A help will be highly appreciated.

Hello @Sami_Ullah, welcome to the MongoDB Community forum!

This aggregation query can flatten the nested structure:

 db.collection.aggregate([
  { 
      $unwind: "$parsedText" 
  },
  { 
      $unwind: "$parsedText.paragraphs" 
  },
  { 
      $addFields: { 
          parsedText: { $arrayElemAt: [ "$parsedText.paragraphs", 0 ] } 
      } 
  },
  { 
      $group: { 
          _id: "$_id", 
          parsedText: { $push: "$parsedText.lineText" } 
      } 
  },
])

You get a result like this:

{
        "_id" : ObjectId("5ed4bcda3c6f0e386b9bee92"),
        "parsedText" : [
                "E x h i b i t  1 0 . 2",
                "VENDOR Afdfj AGREEMENT",
                "CONFIDENTIALITY", ...
        ]
}
2 Likes

Thank you so much Prasad for the help. However, some of the lineText is missing in the output.

[Mongo playground](Link : Mongo playground)

Bin Architects Office (hereinafter referred to as Party B) hereby agree to establish the following terms and conditions with regard to the

This is in the input but missing in aggregated output.

@Sami_Ullah, I had tried based upon the input document you had posted (initial post). I don’t know what is missing (I have no way to figure based upon the sample you had provided).
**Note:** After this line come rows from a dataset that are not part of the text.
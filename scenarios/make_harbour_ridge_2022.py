"""Writes the demo study `harbour_ridge_2022`: everything invented but the starting Treasury curve.

    python scenarios/make_harbour_ridge_2022.py [FOLDER]

One fixed seed; two runs write the same files. Prices are the model's own clean prices at an invented spread, rounded
to a thousandth; the segment's cash is what makes starting assets equal to its reserves, at most half a cent above.
"""

from __future__ import annotations

import csv
import math
import random
import sys
import tempfile
from collections.abc import Iterable
from dataclasses import dataclass, replace
from pathlib import Path
from typing import Any

import numpy as np
import pandas as pd
import pyarrow as pa
import pyarrow.parquet as pq
from harbour_ridge_assets import CLASS_SPREADS, DEFAULT_COST, LIVES, Bond, Lot
from harbour_ridge_liabilities import (
    MONTHS,
    NEWER,
    OLDER,
    Stream,
    deferred_stream,
    guaranteed_stream,
    payout_stream,
)
from harbour_ridge_rights import make_bonds, make_lots
from harbour_ridge_terms import notice_days, special_tables
from harbour_ridge_texts import SEGMENTS, study_text

from projector.rates.paths import build_paths
from projector.run.prepare import Prepared, prepare
from projector.study.reading import read_study

SEED = 20221231
CASH_SHARE = 0.005  # of a segment's reserve, before balancing

# United States Department of the Treasury, Daily Treasury Par Yield Curve Rates, 2022-12-30. [percent]
CURVE = {1: 4.12, 2: 4.41, 3: 4.42, 4: 4.69, 6: 4.76, 12: 4.73, 24: 4.41, 36: 4.22, 60: 3.99, 84: 3.96, 120: 3.88,
         240: 4.14, 360: 3.97}  # fmt: skip
FIVE_YEARS = list(CURVE).index(60)

Rows = list[dict[str, Any]]


@dataclass(frozen=True)
class Block:
    """A liability block: its segment and stream; one path means that it serves all of them."""

    segment: str
    name: str
    stream: Stream


def write_csv(path: Path, rows: Rows) -> None:
    with path.open("w", newline="", encoding="utf-8") as target:
        writer = csv.DictWriter(target, fieldnames=list(rows[0]), lineterminator="\n")
        writer.writeheader()
        writer.writerows(rows)


def security_rows(bonds: Iterable[Bond], prices: dict[str, float]) -> Rows:
    """The securities; a stated spread where there is no price yet."""
    return [
        {
            "security_id": b.name,
            "issuer": b.issuer,
            "asset_class": b.recipe.asset_class,
            "sector": b.sector,
            "rating": b.rating,
            "clean_price": f"{prices[b.name]:.3f}" if b.name in prices else "",
            "spread_bp": "" if b.name in prices else b.spread_bp,
            "coupon_rate": f"{b.coupon:.4f}" if b.coupon else "0",
            "coupon_frequency": b.frequency,
            "day_count": b.day_count,
            "end_of_month": "true" if b.month_end else "false",
            "issue_date": b.issue,
            "first_coupon_date": b.first_coupon or "",
            "maturity_date": b.maturity,
            "par_call_date": b.par_call or "",
        }
        for b in bonds
    ]


def right_rows(bonds: Iterable[Bond]) -> Rows:
    return [
        {
            "security_id": b.name,
            "first_date": r.first,
            "last_date": r.last,
            "style": r.style,
            "price": "" if r.price is None else f"{r.price:.3f}",
            "make_whole_spread_bp": "" if r.make_whole_bp is None else r.make_whole_bp,
            "notice_days": notice_days(b),
        }
        for b in bonds
        for r in b.rights
    ]


def lot_rows(lots: Iterable[Lot]) -> Rows:
    return [
        {
            "lot_id": lot.name,
            "security_id": lot.bond.name,
            "segment": lot.segment,
            "par": f"{lot.size:.0f}",
            "book_value": f"{book_value(lot):.2f}",
            "tax_basis": f"{lot.size * lot.tax / 100.0:.2f}",
        }
        for lot in lots
    ]


def book_value(lot: Lot) -> float:
    """Statement value in the ledger, to the cent. [currency]"""
    return round(lot.size * lot.book / 100.0, 2)


def stream_frame(blocks: Iterable[Block], ids: tuple[str, ...]) -> pd.DataFrame:
    """The streams as a long table; state items from month 0, flows from month 1."""
    parts = []
    for block in blocks:
        for item, amounts in block.stream.items():
            first = 0 if item in ("reserve_statutory", "account_value", "surrender_value") else 1
            names = ("all",) if amounts.shape[1] == 1 else ids
            for p, scenario in enumerate(names):
                parts.append(
                    pd.DataFrame(
                        {
                            "segment": block.segment,
                            "block": block.name,
                            "scenario": scenario,
                            "month": np.arange(first, MONTHS + 1, dtype=np.int64),
                            "item": item,
                            "amount": amounts[first:, p],
                        }
                    )
                )
    return pd.concat(parts, ignore_index=True)


def write_parquet(path: Path, frame: pd.DataFrame) -> None:
    schema = pa.schema(
        [(name, pa.string()) for name in ("segment", "block", "scenario")]
        + [("month", pa.int64()), ("item", pa.string()), ("amount", pa.float64())]
    )
    table = pa.Table.from_pandas(frame, schema=schema, preserve_index=False).replace_schema_metadata(None)
    pq.write_table(table, path, compression="zstd")


def control_rows(lots: list[Lot], blocks: list[Block], cash: dict[str, float]) -> Rows:
    """Ledger totals by segment, and of everything."""
    reserves = reserves_at_start(blocks)
    rows: Rows = []
    totals: dict[str, float] = {}
    for name in SEGMENTS:
        mine = [lot for lot in lots if lot.segment == name]
        amounts = {
            "lots_count": len(mine),
            "par": sum(lot.size for lot in mine),
            "book_value": sum(book_value(lot) for lot in mine),
            "reserve_statutory": reserves[name],
            "cash": cash[name],
        }
        for item, amount in amounts.items():
            totals[item] = totals.get(item, 0.0) + amount
            rows.append({"item": item, "segment": name, "amount": f"{amount:.{0 if item == 'lots_count' else 2}f}"})
    for item, amount in totals.items():
        rows.append({"item": item, "segment": "all", "amount": f"{amount:.{0 if item == 'lots_count' else 2}f}"})
    return rows


def reserves_at_start(blocks: Iterable[Block]) -> dict[str, float]:
    """Reserve at the valuation date by segment. [currency]"""
    out = dict.fromkeys(SEGMENTS, 0.0)
    for block in blocks:
        out[block.segment] += float(block.stream["reserve_statutory"][0, 0])
    return out


@dataclass(frozen=True)
class Demo:
    """Everything that goes into the folder."""

    bonds: list[Bond]
    lots: list[Lot]
    blocks: list[Block]
    ids: tuple[str, ...]
    digest: str
    cash: dict[str, float]
    prices: dict[str, float]

    def write(self, folder: Path) -> None:
        folder.mkdir(parents=True, exist_ok=True)
        write_csv(folder / "securities.csv", security_rows(self.bonds, self.prices))
        write_csv(folder / "lots.csv", lot_rows(self.lots))
        write_csv(folder / "call_rights.csv", right_rows(self.bonds))
        write_csv(folder / "yield_curve.csv", [{"tenor_months": t, "rate": f"{y / 100:.4f}"} for t, y in CURVE.items()])
        write_csv(
            folder / "class_spreads.csv",
            [
                {"rating": rating, "life_years": life, "spread_bp": spread}
                for rating, spreads in CLASS_SPREADS.items()
                for life, spread in zip(LIVES, spreads)
            ],
        )
        write_csv(
            folder / "default_costs.csv", [{"rating": r, "annual_cost": f"{c:.4f}"} for r, c in DEFAULT_COST.items()]
        )
        for name, rows in special_tables(self.bonds).items():
            write_csv(folder / f"{name}.csv", rows)
        write_parquet(folder / "liability_streams.parquet", stream_frame(self.blocks, self.ids))
        write_csv(folder / "control_totals.csv", control_rows(self.lots, self.blocks, self.cash))
        (folder / "study.toml").write_text(study_text(self.cash, self.digest), encoding="utf-8", newline="\n")


def scaled(lots: list[Lot], target: dict[str, float], accrued: dict[str, float]) -> list[Lot]:
    """Par in thousands, so that statement value and accrued interest of a segment come to about the target.

    accrued  per 100 of par by security
    """
    out = []
    for name in SEGMENTS:
        mine = [lot for lot in lots if lot.segment == name]
        now = sum(lot.size * (lot.book + accrued.get(lot.bond.name, 0.0)) / 100.0 for lot in mine)
        out += [replace(lot, size=round(lot.size * target[name] / now / 1000.0) * 1000.0) for lot in mine]
    return sorted(out, key=lambda lot: lot.name)


def accrued_of(prepared: Prepared) -> dict[str, float]:
    """Accrued interest on mapped months at the valuation date. [per 100]"""
    return {name: float(a) for name, a in zip(prepared.bonds.ids, prepared.bonds.accrued[:, 0])}


def other_assets(lots: Iterable[Lot], accrued: dict[str, float]) -> float:
    """Statement value and accrued interest. [currency]"""
    return math.fsum(book_value(lot) + lot.size * accrued[lot.bond.name] / 100.0 for lot in lots)


def balanced(
    lots: list[Lot], reserves: dict[str, float], accrued: dict[str, float]
) -> tuple[list[Lot], dict[str, float]]:
    """Cash in whole cents that makes starting assets the reserve, at most half a cent above it and never below.

    Accrued interest has fractions of a cent: lots of the segment grow by a thousand of par, one after the other, until
    they fit, so that surplus at the valuation date is nothing and not a fraction of a cent below.
    """
    out: list[Lot] = []
    cash = {}
    for name in SEGMENTS:
        mine = [lot for lot in lots if lot.segment == name]
        for i in range(len(mine)):
            gap = reserves[name] - other_assets(mine, accrued)
            cash[name] = math.ceil(gap * 100.0) / 100.0
            if 0.0005 <= cash[name] - gap <= 0.0045:
                break
            mine[i] = replace(mine[i], size=mine[i].size + 1000.0)
        else:
            raise ValueError(f"no cash in whole cents balances {name}")
        if not 0.002 <= cash[name] / reserves[name] <= 0.01:
            raise ValueError(f"cash of {name} is not a small part of its reserve: {cash[name]:.2f}")
        out += mine
    return sorted(out, key=lambda lot: lot.name), cash


def first_draft() -> Demo:
    """Securities at spreads, lots of provisional size, and the blocks that do not depend on paths."""
    bonds = make_bonds(random.Random(SEED))
    lots = make_lots(random.Random(SEED + 1), bonds)
    blocks = [
        Block("payout", "payout_annuities", payout_stream()),
        Block("guaranteed_interest", "guaranteed_contracts", guaranteed_stream()),
    ]
    small = dict.fromkeys(SEGMENTS, 100e6)
    return Demo(bonds, scaled(lots, small, {}), blocks, (), "", dict.fromkeys(SEGMENTS, 0.0), {})


def make_demo() -> Demo:
    """In three steps: the paths and the streams made on them; prices and accrued interest; par and cash."""
    demo = first_draft()
    with tempfile.TemporaryDirectory() as scratch:
        demo.write(Path(scratch))
        paths = build_paths(read_study(Path(scratch))[0])
        five_year = paths.yields[:, FIVE_YEARS, :]
        deferred = [
            Block("deferred_annuities", "deferred_older", deferred_stream(OLDER, five_year)),
            Block("deferred_annuities", "deferred_newer", deferred_stream(NEWER, five_year)),
        ]
        demo = replace(demo, blocks=[*deferred, *demo.blocks], ids=paths.ids, digest=paths.digest())
        demo.write(Path(scratch))
        prepared = prepare(read_study(Path(scratch))[0])
    clean = prepared.calibrated.clean_price
    prices = {name: round(float(price), 3) for name, price in zip(prepared.bonds.ids, clean)}
    accrued, reserves = accrued_of(prepared), reserves_at_start(demo.blocks)
    target = {name: reserve * (1.0 - CASH_SHARE) for name, reserve in reserves.items()}
    lots, cash = balanced(scaled(demo.lots, target, accrued), reserves, accrued)
    return replace(demo, lots=lots, prices=prices, cash=cash)


def main(folder: Path) -> None:
    make_demo().write(folder)
    read_study(folder)  # the door must accept it


if __name__ == "__main__":
    main(Path(sys.argv[1]) if len(sys.argv) > 1 else Path(__file__).parent / "harbour_ridge_2022")
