@pytest.mark.parametrize("share", [0.05, 1.0])
def test_weight_brings_the_fit_closer_where_it_is_large(share: float) -> None:
    asked = DESIGNS["notch"]
    w0 = share * float(asked.band_rad_s)
    w = w0 * np.linspace(0.98, 1.0, 5)
    plain, weighted = (
        np.abs(discrete(made.pulse, w) / continuous(asked.transfer, w) - 1).max()
        for made in (cached_fit("notch", 0), asked.fitted(weight=around(w0)))
    )
    assert weighted < 0.5 * plain


def test_default_weight_is_the_inverse_of_the_magnitude() -> None:
    asked = DESIGNS["PID"]
    given = asked.fitted(weight=lambda w: 5 / np.abs(continuous(asked.transfer, w)))
    found, expected = (
        [value for root in made.pulse.poles + made.pulse.zeros for value in (root.value.real, root.value.imag)]
        for made in (given, cached_fit("PID", 0))
    )
    # Weights are rounded to 24 bits of the largest.
    assert found == pytest.approx(expected, rel=1e-4)


@pytest.mark.parametrize("choice", [0, 2])
@pytest.mark.parametrize("name", ["PID", "notch", "order 8, low corners"])
def test_noise_in_the_last_bits_of_the_weight_changes_no_byte(name: str, choice: int) -> None:
    asked, noise = DESIGNS[name], np.random.default_rng(7)

    def weight(w: Real) -> Real:
        return 1 / (1 + (w / 50) ** 2)

    def noisy(w: Real) -> Real:
        return 3 * weight(w) * (1 + 1e-13 * noise.standard_normal(len(w)))

    first, second = (asked.fitted(weight=f, compensation=options_of(asked)[choice]) for f in (weight, noisy))
    assert first.pulse.numerator == second.pulse.numerator
    assert first.pulse.denominator == second.pulse.denominator
    assert first.conversion.notes == second.conversion.notes


def test_no_linear_algebra_library_and_no_function_of_the_machine_takes_part(monkeypatch: pytest.MonkeyPatch) -> None:
    asked = DESIGNS["PID"]
    compensation = options_of(asked)[2]
    expected = asked.fitted(compensation=compensation)

    def refuse(*_: Any, **__: Any) -> Any:
        raise AssertionError("differs between machines in the last bits")

    for name in ("lstsq", "solve", "qr", "svd", "inv", "eig", "eigvals", "cholesky", "norm"):
        monkeypatch.setattr(np.linalg, name, refuse)
    for name in ("sin", "cos", "tan", "exp", "log", "arctan", "hypot", "power", "geomspace", "logspace", "roots"):
        monkeypatch.setattr(np, name, refuse)
    found = asked.fitted(compensation=compensation)
    assert found.pulse.numerator == expected.pulse.numerator
    assert found.pulse.denominator == expected.pulse.denominator


def test_it_is_exact_and_rounds_to_every_format() -> None:
    made = cached_fit("PID", 0)
    assert made.method == METHOD == "frequency-fit"
    assert made.has_exact_denominator
    for target in (FLOAT32, FLOAT64):
        expected = tuple(tuple(map(target.round, p)) for p in (made.pulse.numerator, made.pulse.denominator))
        assert made.rounded(target) == expected


@every_fit
@every_name
def test_it_can_be_realized(name: str, choice: int) -> None:
    stored = realization(cached_fit(name, choice).pulse, FLOAT64)
    at_one = sum(r.multiplicity for r in DESIGNS[name].transfer.poles if r.value == 0)
    assert len(stored.integral) == at_one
You need to be specific what is missing, from a simple input document which I can verify.

1 Like

@Prasad_Saya thank you for quick response.

Here’s the link to the input I initially provided. https://mongoplayground.net/p/yPQbp9ahits

Based on this input, wkdfskdjfksdlfkjlsdjf line 66 and asdjiasjdoasid line 77 are missing from the output.

Hello

I tested this fast,seems to work,but not sure it does what you need.

db.collection.aggregate([
  {
    $unwind: "$parsedText"
  },
  {
    $unwind: "$parsedText.paragraphs"
  },
  {
    $replaceRoot: {
      newRoot: "$parsedText"
    }
  },
  {
    $unwind: "$paragraphs"
  },
  {
    $replaceRoot: {
      newRoot: "$paragraphs"
    }
  },
  {
    $project: {
      "lineText": 1
    }
  },
  {
    $group: {
      _id: "$lineText"
    }
  }
])

Or maybe this is better

db.collection.aggregate([
  {
    $unwind: "$parsedText"
  },
  {
    "$project": {
      "_id": 0,
      "paragraphs": "$parsedText.paragraphs"
    }
  },
  {
    $unwind: "$paragraphs"
  },
  {
    $unwind: "$paragraphs"
  },
  {
    "$project": {
      "lineText": "$paragraphs.lineText"
    }
  },
  {
    $group: {
      _id: "$lineText"
    }
  }
])

If you want them as array you can also add in both,at the end

{
    $group: {
      _id: null,
      parsedText: {
        "$push": "$_id"
      }
    }
  },
  {
    "$project": {
      "_id": 0,
      "parsedText": 1
    }
  },

Thank you so much. This works. :slight_smile:

This topic was automatically closed 5 days after the last reply. New replies are no longer allowed.